▸ **WORK INSTRUCTION**
For each entry below, output it exactly as it stands.

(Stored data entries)
/**
 * Coatings library input: a coating (powder or e-coat) with its cure schedule, and a received
 * stock lot. Metric values with the unit in every name; messages name the allowed range.
 */
import { z } from "zod";
import { describeRange, type NumericRange } from "@/lib/coating-math/errors";
import { COATING_KINDS } from "@/lib/lines/stages";
import { CHEMISTRIES, ECOAT_CHEMISTRIES, POWDER_CHEMISTRIES } from "@/lib/coatings/chemistries";

/** A finite number in `range`; one message naming the whole range for every way it can be wrong. */
export function rangeNumber(range: NumericRange, unit = "") {
  const message = `must be ${describeRange(range)}${unit ? ` ${unit}` : ""}`;
  let schema = z.number({ error: (issue) => (issue.input === undefined || issue.input === null ? "is required" : message) });
  if (range.integer) schema = schema.int(message);
  if (range.gt !== undefined) schema = schema.gt(range.gt, message);
  if (range.gte !== undefined) schema = schema.gte(range.gte, message);
  if (range.lt !== undefined) schema = schema.lt(range.lt, message);
  if (range.lte !== undefined) schema = schema.lte(range.lte, message);
  return schema;
}

/** Names unknown fields instead of zod's generic text. */
export const objectParams = {
  error: (issue: { code?: string; keys?: string[] }) =>
    issue.code === "unrecognized_keys" && issue.keys
      ? `Unknown field${issue.keys.length === 1 ? "" : "s"}: ${issue.keys.join(", ")}`
      : undefined,
};

export function text(what: string, max: number) {
  return z
    .string({ error: `Enter ${what}.` })
    .trim()
    .min(1, `Enter ${what}.`)
    .max(max, `At most ${max} characters.`);
}

export const TEMP_RANGE_C: NumericRange = { gte: -50, lte: 1000 };

export const curePointSchema = z
  .object(
    {
      metalTempC: rangeNumber({ gt: 0, lte: 600 }, "°C"),
      holdMin: rangeNumber({ gte: 0, lte: 1440 }, "min"),
    },
    objectParams,
  )
  .strict();

const optionalNumber = (range: NumericRange, unit = "") => rangeNumber(range, unit).nullable().optional();

export const coatingInputSchema = z
  .object(
    {
      code: z
        .string({ error: "Enter a code." })
        .trim()
        .min(1, "Enter a code.")
        .max(40, "At most 40 characters.")
        .regex(/^[A-Za-z0-9][A-Za-z0-9._\-/ ]*$/, "Use letters, digits, spaces and . _ - / only."),
      name: text("a name", 120),
      kind: z.enum(COATING_KINDS, { error: 'Choose "powder" or "e-coat".' }),
      chemistry: z.enum(CHEMISTRIES, { error: `Choose one of ${CHEMISTRIES.join(", ")}.` }),
      colourName: text("a colour name", 80),
      swatchHex: z.string({ error: "Enter a swatch colour." }).regex(/^#[0-9a-fA-F]{6}$/, "Use a colour like #3d6b4f."),
      specificGravity: optionalNumber({ gt: 0, lte: 20 }),
      volumeSolidsFraction: optionalNumber({ gt: 0, lte: 1 }),
      weightSolidsFraction: optionalNumber({ gt: 0, lte: 1 }),
      filmDensityGPerCm3: optionalNumber({ gt: 0, lte: 20 }, "g/cm³"),
      filmMinUm: rangeNumber({ gt: 0, lte: 5000 }, "µm"),
      filmMaxUm: rangeNumber({ gt: 0, lte: 5000 }, "µm"),
      cureSchedule: z
        .array(curePointSchema, { error: (i) => (i.input === undefined ? "is required" : "must be a list of { metalTempC, holdMin }") })
        .min(1, "Enter at least one cure point (metal temperature and hold time).")
        .max(20, "At most 20 cure points."),
      pricePerKg: rangeNumber({ gte: 0, lte: 1_000_000 }),
      containerKind: z.enum(["box", "drum"], { error: 'Choose "box" or "drum".' }),
      containerKg: rangeNumber({ gt: 0, lte: 5000 }, "kg"),
      supplierName: text("the supplier's name", 120),
      supplierEmail: z
        .string({ error: "Enter the supplier's contact e-mail." })
        .trim()
        .max(254, "At most 254 characters.")
        .email("Enter a valid e-mail address."),
      leadTimeDays: rangeNumber({ integer: true, gte: 0, lte: 365 }, "days"),
      shelfLifeMonths: rangeNumber({ integer: true, gte: 1, lte: 120 }, "months"),
      reorderPointKg: rangeNumber({ gte: 0, lte: 1_000_000 }, "kg").default(0),
      archived: z.boolean({ error: "Must be true or false." }).optional(),
    },
    objectParams,
  )
  .strict()
  .superRefine((v, ctx) => {
    const need = (field: keyof typeof v, message: string) => ctx.addIssue({ code: "custom", path: [field], message });
    if (v.kind === "powder") {
      if (v.specificGravity == null) need("specificGravity", "A powder needs its specific gravity (ASTM D5965), e.g. 1.5.");
      for (const f of ["volumeSolidsFraction", "weightSolidsFraction", "filmDensityGPerCm3"] as const) {
        if (v[f] != null) need(f, "Only for e-coat paints; leave it empty for a powder.");
      }
      if (!(POWDER_CHEMISTRIES as readonly string[]).includes(v.chemistry)) need("chemistry", `A powder is one of ${POWDER_CHEMISTRIES.join(", ")}.`);
    } else {
      if (v.volumeSolidsFraction == null) need("volumeSolidsFraction", "An e-coat paint needs its volume solids as supplied (0–1).");
      if (v.weightSolidsFraction == null) need("weightSolidsFraction", "An e-coat paint needs its weight solids as supplied (0–1).");
      if (v.filmDensityGPerCm3 == null) need("filmDensityGPerCm3", "An e-coat needs the density of its deposited film, e.g. 1.4 g/cm³.");
      if (v.specificGravity != null) need("specificGravity", "Only for powders; an e-coat uses volume and weight solids.");
      if (!(ECOAT_CHEMISTRIES as readonly string[]).includes(v.chemistry)) need("chemistry", `An e-coat is one of ${ECOAT_CHEMISTRIES.join(", ")}.`);
    }
    if (v.filmMinUm > v.filmMaxUm) need("filmMinUm", "must be at most filmMaxUm");
    const seen = new Map<number, number>();
    v.cureSchedule.forEach((p, i) => {
      const first = seen.get(p.metalTempC);
      if (first !== undefined) {
        ctx.addIssue({
          code: "custom",
          path: ["cureSchedule", i, "metalTempC"],
          message: `${p.metalTempC} °C is listed twice (points ${first + 1} and ${i + 1}); each metal temperature may appear once.`,
        });
      } else seen.set(p.metalTempC, i);
    });
  });

export type CoatingInput = z.infer<typeof coatingInputSchema>;
export type CoatingInputRaw = z.input<typeof coatingInputSchema>;

/** "YYYY-MM-DD", a real calendar day. */
export const isoDate = z
  .string({ error: "Enter a date as YYYY-MM-DD." })
  .regex(/^\d{4}-\d{2}-\d{2}$/, "Enter a date as YYYY-MM-DD.")
  .refine((s) => {
    const d = new Date(`${s}T00:00:00Z`);
    return !Number.isNaN(d.getTime()) && d.toISOString().slice(0, 10) === s;
  }, "That day does not exist.");

export const lotInputSchema = z
  .object(
    {
      lotNumber: z
        .string({ error: "Enter the lot number." })
        .trim()
        .min(1, "Enter the lot number.")
        .max(60, "At most 60 characters."),
      receivedDate: isoDate,
      kgOnHand: rangeNumber({ gt: 0, lte: 1_000_000 }, "kg"),
      /** defaults to the received date plus the coating's shelf life */
      expiryDate: isoDate.optional(),
    },
    objectParams,
  )
  .strict()
  .refine((v) => v.expiryDate === undefined || v.expiryDate > v.receivedDate, {
    path: ["expiryDate"],
    message: "must be after the received date",
  });

export type LotInput = z.infer<typeof lotInputSchema>;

▸ **FINISHED EXERCISE**
/**
 * Coatings library input: a coating (powder or e-coat) with its cure schedule, and a received
 * stock lot. Metric values with the unit in every name; messages name the allowed range.
 */
import { z } from "zod";
import { describeRange, type NumericRange } from "@/lib/coating-math/errors";
import { COATING_KINDS } from "@/lib/lines/stages";
import { CHEMISTRIES, ECOAT_CHEMISTRIES, POWDER_CHEMISTRIES } from "@/lib/coatings/chemistries";

/** A finite number in `range`; one message naming the whole range for every way it can be wrong. */
export function rangeNumber(range: NumericRange, unit = "") {
  const message = `must be ${describeRange(range)}${unit ? ` ${unit}` : ""}`;
  let schema = z.number({ error: (issue) => (issue.input === undefined || issue.input === null ? "is required" : message) });
  if (range.integer) schema = schema.int(message);
  if (range.gt !== undefined) schema = schema.gt(range.gt, message);
  if (range.gte !== undefined) schema = schema.gte(range.gte, message);
  if (range.lt !== undefined) schema = schema.lt(range.lt, message);
  if (range.lte !== undefined) schema = schema.lte(range.lte, message);
  return schema;
}

/** Names unknown fields instead of zod's generic text. */
export const objectParams = {
  error: (issue: { code?: string; keys?: string[] }) =>
    issue.code === "unrecognized_keys" && issue.keys
      ? `Unknown field${issue.keys.length === 1 ? "" : "s"}: ${issue.keys.join(", ")}`
      : undefined,
};

export function text(what: string, max: number) {
  return z
    .string({ error: `Enter ${what}.` })
    .trim()
    .min(1, `Enter ${what}.`)
    .max(max, `At most ${max} characters.`);
}

export const TEMP_RANGE_C: NumericRange = { gte: -50, lte: 1000 };

export const curePointSchema = z
  .object(
    {
      metalTempC: rangeNumber({ gt: 0, lte: 600 }, "°C"),
      holdMin: rangeNumber({ gte: 0, lte: 1440 }, "min"),
    },
    objectParams,
  )
  .strict();

const optionalNumber = (range: NumericRange, unit = "") => rangeNumber(range, unit).nullable().optional();

export const coatingInputSchema = z
  .object(
    {
      code: z
        .string({ error: "Enter a code." })
        .trim()
        .min(1, "Enter a code.")
        .max(40, "At most 40 characters.")
        .regex(/^[A-Za-z0-9][A-Za-z0-9._\-/ ]*$/, "Use letters, digits, spaces and . _ - / only."),
      name: text("a name", 120),
      kind: z.enum(COATING_KINDS, { error: 'Choose "powder" or "e-coat".' }),
      chemistry: z.enum(CHEMISTRIES, { error: `Choose one of ${CHEMISTRIES.join(", ")}.` }),
      colourName: text("a colour name", 80),
      swatchHex: z.string({ error: "Enter a swatch colour." }).regex(/^#[0-9a-fA-F]{6}$/, "Use a colour like #3d6b4f."),
      specificGravity: optionalNumber({ gt: 0, lte: 20 }),
      volumeSolidsFraction: optionalNumber({ gt: 0, lte: 1 }),
      weightSolidsFraction: optionalNumber({ gt: 0, lte: 1 }),
      filmDensityGPerCm3: optionalNumber({ gt: 0, lte: 20 }, "g/cm³"),
      filmMinUm: rangeNumber({ gt: 0, lte: 5000 }, "µm"),
      filmMaxUm: rangeNumber({ gt: 0, lte: 5000 }, "µm"),
      cureSchedule: z
        .array(curePointSchema, { error: (i) => (i.input === undefined ? "is required" : "must be a list of { metalTempC, holdMin }") })
        .min(1, "Enter at least one cure point (metal temperature and hold time).")
        .max(20, "At most 20 cure points."),
      pricePerKg: rangeNumber({ gte: 0, lte: 1_000_000 }),
      containerKind: z.enum(["box", "drum"], { error: 'Choose "box" or "drum".' }),
      containerKg: rangeNumber({ gt: 0, lte: 5000 }, "kg"),
      supplierName: text("the supplier's name", 120),
      supplierEmail: z
        .string({ error: "Enter the supplier's contact e-mail." })
        .trim()
        .max(254, "At most 254 characters.")
        .email("Enter a valid e-mail address."),
      leadTimeDays: rangeNumber({ integer: true, gte: 0, lte: 365 }, "days"),
      shelfLifeMonths: rangeNumber({ integer: true, gte: 1, lte: 120 }, "months"),
      reorderPointKg: rangeNumber({ gte: 0, lte: 1_000_000 }, "kg").default(0),
      archived: z.boolean({ error: "Must be true or false." }).optional(),
    },
    objectParams,
  )
  .strict()
  .superRefine((v, ctx) => {
    const need = (field: keyof typeof v, message: string) => ctx.addIssue({ code: "custom", path: [field], message });
    if (v.kind === "powder") {
      if (v.specificGravity == null) need("specificGravity", "A powder needs its specific gravity (ASTM D5965), e.g. 1.5.");
      for (const f of ["volumeSolidsFraction", "weightSolidsFraction", "filmDensityGPerCm3"] as const) {
        if (v[f] != null) need(f, "Only for e-coat paints; leave it empty for a powder.");
      }
      if (!(POWDER_CHEMISTRIES as readonly string[]).includes(v.chemistry)) need("chemistry", `A powder is one of ${POWDER_CHEMISTRIES.join(", ")}.`);
    } else {
      if (v.volumeSolidsFraction == null) need("volumeSolidsFraction", "An e-coat paint needs its volume solids as supplied (0–1).");
      if (v.weightSolidsFraction == null) need("weightSolidsFraction", "An e-coat paint needs its weight solids as supplied (0–1).");
      if (v.filmDensityGPerCm3 == null) need("filmDensityGPerCm3", "An e-coat needs the density of its deposited film, e.g. 1.4 g/cm³.");
      if (v.specificGravity != null) need("specificGravity", "Only for powders; an e-coat uses volume and weight solids.");
      if (!(ECOAT_CHEMISTRIES as readonly string[]).includes(v.chemistry)) need("chemistry", `An e-coat is one of ${ECOAT_CHEMISTRIES.join(", ")}.`);
    }
    if (v.filmMinUm > v.filmMaxUm) need("filmMinUm", "must be at most filmMaxUm");
    const seen = new Map<number, number>();
    v.cureSchedule.forEach((p, i) => {
      const first = seen.get(p.metalTempC);
      if (first !== undefined) {
        ctx.addIssue({
          code: "custom",
          path: ["cureSchedule", i, "metalTempC"],
          message: `${p.metalTempC} °C is listed twice (points ${first + 1} and ${i + 1}); each metal temperature may appear once.`,
        });
      } else seen.set(p.metalTempC, i);
    });
  });

export type CoatingInput = z.infer<typeof coatingInputSchema>;
export type CoatingInputRaw = z.input<typeof coatingInputSchema>;

/** "YYYY-MM-DD", a real calendar day. */
export const isoDate = z
  .string({ error: "Enter a date as YYYY-MM-DD." })
  .regex(/^\d{4}-\d{2}-\d{2}$/, "Enter a date as YYYY-MM-DD.")
  .refine((s) => {
    const d = new Date(`${s}T00:00:00Z`);
    return !Number.isNaN(d.getTime()) && d.toISOString().slice(0, 10) === s;
  }, "That day does not exist.");

export const lotInputSchema = z
  .object(
    {
      lotNumber: z
        .string({ error: "Enter the lot number." })
        .trim()
        .min(1, "Enter the lot number.")
        .max(60, "At most 60 characters."),
      receivedDate: isoDate,
      kgOnHand: rangeNumber({ gt: 0, lte: 1_000_000 }, "kg"),
      /** defaults to the received date plus the coating's shelf life */
      expiryDate: isoDate.optional(),
    },
    objectParams,
  )
  .strict()
  .refine((v) => v.expiryDate === undefined || v.expiryDate > v.receivedDate, {
    path: ["expiryDate"],
    message: "must be after the received date",
  });

export type LotInput = z.infer<typeof lotInputSchema>;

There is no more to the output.